For example, classroom discussion of the transmission mechanism of monetary policy in an open
economy will involve sections I.B.2., II.A.1.b., II.A.1.d., II.A.2., and II.A.3. This outline is useful as
an organizational device, framing any particular class session within the context of “the big picture.”

    I.       Macroeconomic Performance and Policy
             A. Performance Objectives
                       1. Maximum Production
                       2. Price Stability
                       3. Full Employment
             B. Policy
                       1. Fiscal
                       2. Monetary
    II.      Macroeconomic Theory: Comparative Static Analysis
             A. The Demand Side of the Economy
                       1. The Market for Final Goods and Services
                            a.       Consumption
                            b.       Investment
                            c.       Government Purchases
                            d.       Net Exports
                       2. Asset Markets
                            a.       Money Supply
                            b.       Money Demand
                            c.       Bond Markets
                            d.       Stock Markets
                       3. Exchange Rate Regimes and Capital Mobility Scenarios
                            a.       Fixed v. Flexible Exchange Rates
                            b.       Perfect v.
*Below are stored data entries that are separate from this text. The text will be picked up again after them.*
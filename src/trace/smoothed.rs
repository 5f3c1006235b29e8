//! Terms convolved with a Gaussian, prepared once and evaluated anywhere.

use num_complex::Complex64;
use rayon::prelude::*;

use super::low_k;
use super::series::{Leading, PowerSeries};
use super::term::{Amplitude, Term};

/// Error of a smoothed term when it is evaluated at a point, relative to its unsmoothed amplitude.
const POINT_ACCURACY: f64 = 1e-14;

/// Largest size of the phase correction slope/k, as in [`Amplitude::Torus`].
pub(super) const MAX_PHASE: f64 = 0.5;

/// Staircase and density at one k.
#[derive(Clone, Copy, Debug, Default, PartialEq)]
pub struct Value {
    /// Contribution to N(k), in levels.
    pub staircase: f64,
    /// Contribution to dN/dk.
    pub density: f64,
}

/// Terms convolved with a Gaussian in k: what depends on the terms and the smoothing alone, computed once.
///
/// The convolution is exact: the error is below 1e-13 of a term's unsmoothed amplitude, for every k and every standard
/// deviation (plus the rounding of the phase k l, which is k l times 1e-16). A term a(k) exp(i k l) becomes
/// exp(-(s l)^2/2) exp(i k l) E[a(k + i s^2 l + s xi)], xi standard normal. Where the Gaussian reaches below k = 0, strips are
/// k J1(k l) there too, and square roots are continued through the upper half plane.
///
/// The phase corrections slope/k of [`Amplitude::Torus`] and [`Amplitude::CorrectedConstant`] vary slowly and are bounded by a
/// clamp; they are not smoothed but taken at k, and the density contains their derivative.
#[derive(Clone, Debug)]
pub struct SmoothedTerms {
    pub(super) terms: Vec<SmoothedTerm>,
    pub(super) smoothing: f64,
}

impl SmoothedTerms {
    /// Smooths `terms` with a Gaussian of standard deviation `smoothing` in k (0 leaves them as they are).
    pub fn new(terms: &[Term], smoothing: f64) -> Self {
        Self::with_accuracy(terms, smoothing, POINT_ACCURACY)
    }

    /// Standard deviation of the Gaussian in k.
    pub fn smoothing(&self) -> f64 {
        self.smoothing
    }

    /// Smooths `terms`, each with an error below `accuracy` of its unsmoothed amplitude.
    pub(super) fn with_accuracy(terms: &[Term], smoothing: f64, accuracy: f64) -> Self {
        let accuracy = accuracy.max(POINT_ACCURACY);
        let smoothed = |term: &Term| SmoothedTerm {
            term: *term,
            series: PowerSeries::new(term, smoothing, accuracy),
        };
        Self {
            terms: terms.par_iter().map(smoothed).collect(),
            smoothing,
        }
    }

    /// The sum of all terms at k, added in their order.
    pub fn at(&self, k: f64) -> Value {
        let mut sum = Value::default();
        for term in &self.terms {
            let value = term.at(k, self.smoothing);
            sum.staircase += value.staircase;
            sum.density += value.density;
        }
        sum
    }
}

/// One smoothed term.
#[derive(Clone, Debug)]
pub(super) struct SmoothedTerm {
    pub(super) term: Term,
    pub(super) series: PowerSeries,
}

impl SmoothedTerm {
    /// Coefficient of 1/k in the phase.
    pub(super) fn slope(&self) -> f64 {
        match self.term.amplitude {
            Amplitude::Torus { slope } | Amplitude::CorrectedConstant { slope } => slope,
            Amplitude::Constant | Amplitude::Strip => 0.0,
        }
    }

    /// Whether the amplitude does not depend on k.
    pub(super) fn is_plain_wave(&self) -> bool {
        self.series.leading == Leading::Constant && self.slope() == 0.0
    }

    /// Staircase and density at k.
    pub(super) fn at(&self, k: f64, smoothing: f64) -> Value {
        let length = self.term.length;
        let (amplitude, derivative) = if self.series.holds_at(k) {
            self.series.amplitude(k)
        } else if self.term.amplitude == Amplitude::Strip {
            let (value, slope) = low_k::strip(k, length, smoothing);
            let weight = self.term.coefficient.re;
            return Value {
                staircase: weight * value,
                density: weight * slope,
            };
        } else {
            let (mean, slope) = low_k::torus(k, length, smoothing);
            (self.term.coefficient * mean, self.term.coefficient * slope)
        };
        let (phase, phase_slope) = phase_correction(self.slope(), k);
        let wave = Complex64::cis(k * length + phase);
        // d/dk of A exp(i (k l + phi)) is (A' + i (l + phi') A) exp(i (k l + phi))
        let slope = derivative + Complex64::I * (length + phase_slope) * amplitude;
        Value {
            staircase: (amplitude * wave).re,
            density: (slope * wave).re,
        }
    }
}

/// phi(k) = clamp(slope/k, -0.5, 0.5) and its derivative.
fn phase_correction(slope: f64, k: f64) -> (f64, f64) {
    if slope == 0.0 {
        return (0.0, 0.0);
    }
    let phase = slope / k;
    if phase.abs() <= MAX_PHASE {
        (phase, -phase / k)
    } else {
        (MAX_PHASE.copysign(phase), 0.0)
    }
}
Imperfect Capital Mobility
             B. The Supply Side of the Economy
                       1. Labor Markets
                       2. Capital Markets
    III.     Macroeconomic Theory: Dynamic Analysis
             A. Theories of Economic Growth

3. Grade Determination
There will be six exams in this course. Each of your five highest exam scores will carry an 18%
weight, and your lowest exam score will carry a 10% weight. Each exam score will be translated into
a letter grade, and of course the overall semester score will be translated into a final letter grade. If
the final letter grade is on a borderline, classroom attendance will be taken into account in order to
break the tie.

4. Office Hours
Office Location: Campbell 201. Office Phone: 2285. Office Hours: Tuesdays and Thursdays
10:00AM to 11:00AM and 3:00PM to 4:00PM.